Adding to storage whiteboard for the moment. Seems fairly reproducible so I'm adding the qemu log just in case, couldn't fine any errors in other logs.
The only error I've seen in the engine.log is this one, not sure if relevant: 2015-09-23 13:40:07,046 ERROR [org.ovirt.engine.core.vdsbroker.VmsMonitoring] (DefaultQuartzScheduler _Worker-77) [a013bb9] VM '071562dc-591c-4c5d-8ee0-644bb51fe820' managed non pluggable device was remo ved unexpectedly from libvirt: 'VmDevice:{id='VmDeviceId:{deviceId='c2d7a067-55a9-4e9b-a5c6-e516a3efb f15', vmId='071562dc-591c-4c5d-8ee0-644bb51fe820'}', device='spice', type='GRAPHICS', bootOrder='0', specParams='[]', address='', managed='true', plugged='false', readOnly='false', deviceAlias='', custo mProperties='[]', snapshotId='null', logicalName='null', usingScsiReservation='false'}'
Why is it a RHEV bug and not QEMU/KVM/libvirt? do you suspect anything wrong in the way RHEV launches the VM? 5MB/s is also a joke. It should be 50-500MB/sec, depending on your storage.
Few more questions: 1. There aren't clear instructions on how to reproduce the issue.
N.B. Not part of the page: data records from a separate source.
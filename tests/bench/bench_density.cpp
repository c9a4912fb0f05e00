// The density measures at the sizes the brief asks for, through evaluateMeasure (the entry
// point of the CLI, the sweep and the GUI). Clouds: seeded Gaussian blobs N(0, I) and
// N((2, 0), I), n = m; data-dependent settings at their defaults (Scott bandwidth, auto bin).
//
//   BM_Kde/<measure>/n   KDE divergence: cut-kernel grid sums (+ uncut far-field logs for KL,
//                        + exact-in-x rows for TV), integration with the 2h check
//   BM_Hist/<measure>/n  histogram plug-in (sort-based binning of n + m points)
//   BM_Knn/k/n           kNN KL(A||B) (two k-d trees, n queries each)
// Counter nodes: grid nodes of the KDE integration grid.
//
// Run: build with -DBARROW_BUILD_BENCH=ON, then
//   tests/bench/bench_density --benchmark_repetitions=3 --benchmark_report_aggregates_only=true
#include <benchmark/benchmark.h>

#include <random>
#include <string>

#include "measures/evaluate.h"
#include "measures/registry.h"

namespace barrow {
namespace {

Cloud blob(const char* name, int n, unsigned seed, double shift) {
  std::mt19937_64 rng(seed);
  std::normal_distribution<double> g(0.0, 1.0);
  Eigen::MatrixX2d p(n, 2);
  for (int i = 0; i < n; ++i) p.row(i) << shift + g(rng), g(rng);
  return Cloud(name, p);
}

void runDensity(benchmark::State& state, const char* id, const char* estimator, int k = 5) {
  const int n = int(state.range(0));
  const Cloud a = blob("A", n, 1, 0.0), b = blob("B", n, 2, 2.0);
  const Measure& m = *MeasureRegistry::instance().find(id);
  EvalRequest req;
  req.params.set("density.estimator", estimator);
  req.params.set("density.k", std::to_string(k));
  Result r;
  for (auto _ : state) {
    r = evaluateMeasure(m, a, b, req);
    benchmark::DoNotOptimize(r.value);
  }
  if (!r.usable()) state.SkipWithError(r.message.c_str());
  if (r.details.contains("grid_size"))
    state.counters["nodes"] = r.details["grid_size"][0].get<double>() * r.details["grid_size"][1].get<double>();
}

void BM_KdeKl(benchmark::State& s) { runDensity(s, "kl_ab", "kde"); }
void BM_KdeJs(benchmark::State& s) { runDensity(s, "js", "kde"); }
void BM_KdeTv(benchmark::State& s) { runDensity(s, "tv", "kde"); }
void BM_KdeHellinger(benchmark::State& s) { runDensity(s, "hellinger", "kde"); }
void BM_HistJs(benchmark::State& s) { runDensity(s, "js", "hist"); }
void BM_HistKl(benchmark::State& s) { runDensity(s, "kl_ab", "hist"); }
void BM_KnnK1(benchmark::State& s) { runDensity(s, "kl_ab", "knn", 1); }
void BM_KnnK5(benchmark::State& s) { runDensity(s, "kl_ab", "knn", 5); }

BENCHMARK(BM_KdeKl)->Arg(1000)->Arg(10000)->Unit(benchmark::kMillisecond);
BENCHMARK(BM_KdeJs)->Arg(1000)->Arg(10000)->Unit(benchmark::kMillisecond);
BENCHMARK(BM_KdeTv)->Arg(1000)->Arg(10000)->Unit(benchmark::kMillisecond);
BENCHMARK(BM_KdeHellinger)->Arg(1000)->Arg(10000)->Unit(benchmark::kMillisecond);
BENCHMARK(BM_HistJs)->Arg(1000)->Arg(10000)->Arg(100000)->Unit(benchmark::kMillisecond);
BENCHMARK(BM_HistKl)->Arg(1000)->Arg(10000)->Arg(100000)->Unit(benchmark::kMillisecond);
BENCHMARK(BM_KnnK1)->Arg(1000)->Arg(10000)->Arg(100000)->Unit(benchmark::kMillisecond);
BENCHMARK(BM_KnnK5)->Arg(1000)->Arg(10000)->Arg(100000)->Unit(benchmark::kMillisecond);

}  // namespace
}  // namespace barrow

BENCHMARK_MAIN();
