#include "report/report_html.h"

#include <cmath>
#include <set>
#include <sstream>

#include "io/atomic_write.h"
#include "measures/details_text.h"
#include "base/number_text.h"
#include "measures/registry.h"
#include "report/html_text.h"
#include "report/report_data.h"
#include "report/report_palette.h"

namespace barrow {

namespace {

using ojson = nlohmann::ordered_json;

std::size_t rankOf(const std::string& id) {
  const auto& all = MeasureRegistry::instance().all();
  for (std::size_t k = 0; k < all.size(); ++k)
    if (all[k]->id() == id) return k;
  return all.size();
}

std::string nameOf(const std::string& id) {
  const Measure* m = MeasureRegistry::instance().find(id);
  return m ? m->displayName() : id;
}

std::string num(double v) {
  if (std::isnan(v)) return "—";
  if (std::isinf(v)) return v > 0 ? "+∞" : "−∞";
  return sixDigits(v);
}

std::string point(double x, double y) { return "(" + sixDigits(x) + ", " + sixDigits(y) + ")"; }

std::string swatch(const std::string& id) {
  const std::size_t k = rankOf(id);
  const std::string dash = report_palette::curveDash(k);
  return std::string("<svg class=\"swatch\" width=\"22\" height=\"10\" aria-hidden=\"true\"><line x1=\"1\" y1=\"5\" "
                     "x2=\"21\" y2=\"5\" stroke=\"") +
         report_palette::curveColor(k) + "\" stroke-width=\"2.4\"" +
         (dash.empty() ? "" : " stroke-dasharray=\"" + dash + "\"") + "/></svg>";
}
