// The window's colours for the report page (no Qt in core, so the values are repeated here;
// ui/palette.h is the source and a UI test checks the two agree): Okabe–Ito colours for A,
// B, the plan and the curves (Okabe & Ito 2008 (mem)); the k-th measure in registry order
// gets curve colour k mod 8, solid, then dashed, then dotted (as palette::curvePen).
#pragma once

#include <array>
#include <string>

namespace barrow::report_palette {

inline constexpr const char* kCloudA = "#0072b2";
inline constexpr const char* kCloudB = "#d55e00";
inline constexpr const char* kPlan = "#000000";
inline constexpr const char* kJump = "#d55e00";
inline constexpr const char* kFlat = "#56b4e9";
inline constexpr const char* kInterpolation = "#009e73";
inline constexpr std::array<const char*, 8> kCurves = {"#0072b2", "#d55e00", "#009e73", "#cc79a7",
                                                       "#e69f00", "#56b4e9", "#000000", "#f0e442"};
/// SVG stroke-dasharray of the k-th curve: "" (solid), dashed, dotted.
inline std::string curveDash(std::size_t k) {
  static const char* dashes[3] = {"", "6 4", "1.5 3"};
  return dashes[(k / 8) % 3];
}

}  // namespace barrow::report_palette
Specifically, what is your storage server? 2. I've noticed you are using a VM with 16 sockets? Is that on purpose? Can you try with 2 or so? 3. Why try to use ext4? just dd on the raw partition. What is your 'dd' command? Did you verify it's not running slowly? (did you look at ddpt for example?)
(In reply to Yaniv Kaul from comment #5) > Few more questions: > 1. There aren't clear instructions on how to reproduce the issue. > Specifically, what is your storage server? > 2. I've noticed you are using a VM with 16 sockets? Is that on purpose? Can > you try with 2 or so? Sorry, with 1 CPU. Please test with more. Also, why -cpu Nehalem ? (again, I doubt any are related - you have a more severe issues - your whole IO is quite slow for some reason). > 3. Why try to use ext4? just dd on the raw partition. What is your 'dd' > command? Did you verify it's not running slowly? (did you look at ddpt for > example?)
Also, with the same hardware, how does this stack up against oVirt 3.5's performance? Any noticeable difference?
Just to clarify, our nfs storage server is really slow now (getting 8MB/s transfer rate with dd with virtio for example), the issue is that the performance with IDE is almost 10 times slower (<1 MB/s), probably if it wasn't that slow i wouldn't catch it up with the issues because of timeout in our tests since we don't test perfomance in general. (In reply to Yaniv Kaul from comment #4) > Why is it a RHEV bug and not QEMU/KVM/libvirt? > do you suspect anything wrong in the way RHEV launches the VM? > > 5MB/s is also a joke. It should be 50-500MB/sec, depending on your storage. Normally I assign it to rhev so devel team can investigate first and assign it accordingly. (In reply to Yaniv Kaul from comment #5) > Few more questions: > 1. There aren't clear instructions on how to reproduce the issue. > Specifically, what is your storage server? I'm checking all the issues with our server now with the team, I'll update with a private comment. > 3. Why try to use ext4? just dd on the raw partition. What is your 'dd' > command? Did you verify it's not running slowly? (did you look at ddpt for > example?) ext4 is part of our test suite, I just checked the dd command to see the speed. dd if=/dev/zero of=test2 bs=1M count=100 haven't check ddpt, I'll look.
1. Please fix your storage server. No point in testing with such issues. (Make sure your network connection is not 100Mbps - that can explain some of it). 2. RHEV devel will be lacking a lot of data here. Especially around the QEMU/KVM issues. I don't see what RHEV has to do with this ATM. 3. You are missing the flag to perform direct IO on the 'dd' command. Without it, you might be writing into cache. 100M is not a lot. You need to bypass the VM cache. Why not use 'fio' or some other reasonable tool? Note that with some storages (XtremIO for example), writing zero's doesn't write anything at all, so again you are 'cheating' sort of speak.
Tested in another env with the same rhevm build and I don't see any performance issue with IDE disks. Also from my quick test on 3.5 it seems to have no issues there neither. Not sure what is happening in my environment, could be infrastructure or the fact the nodes are hosted engine(?). anyway closing this bug and opening it again if I can manage to get a clear picture of what is going on.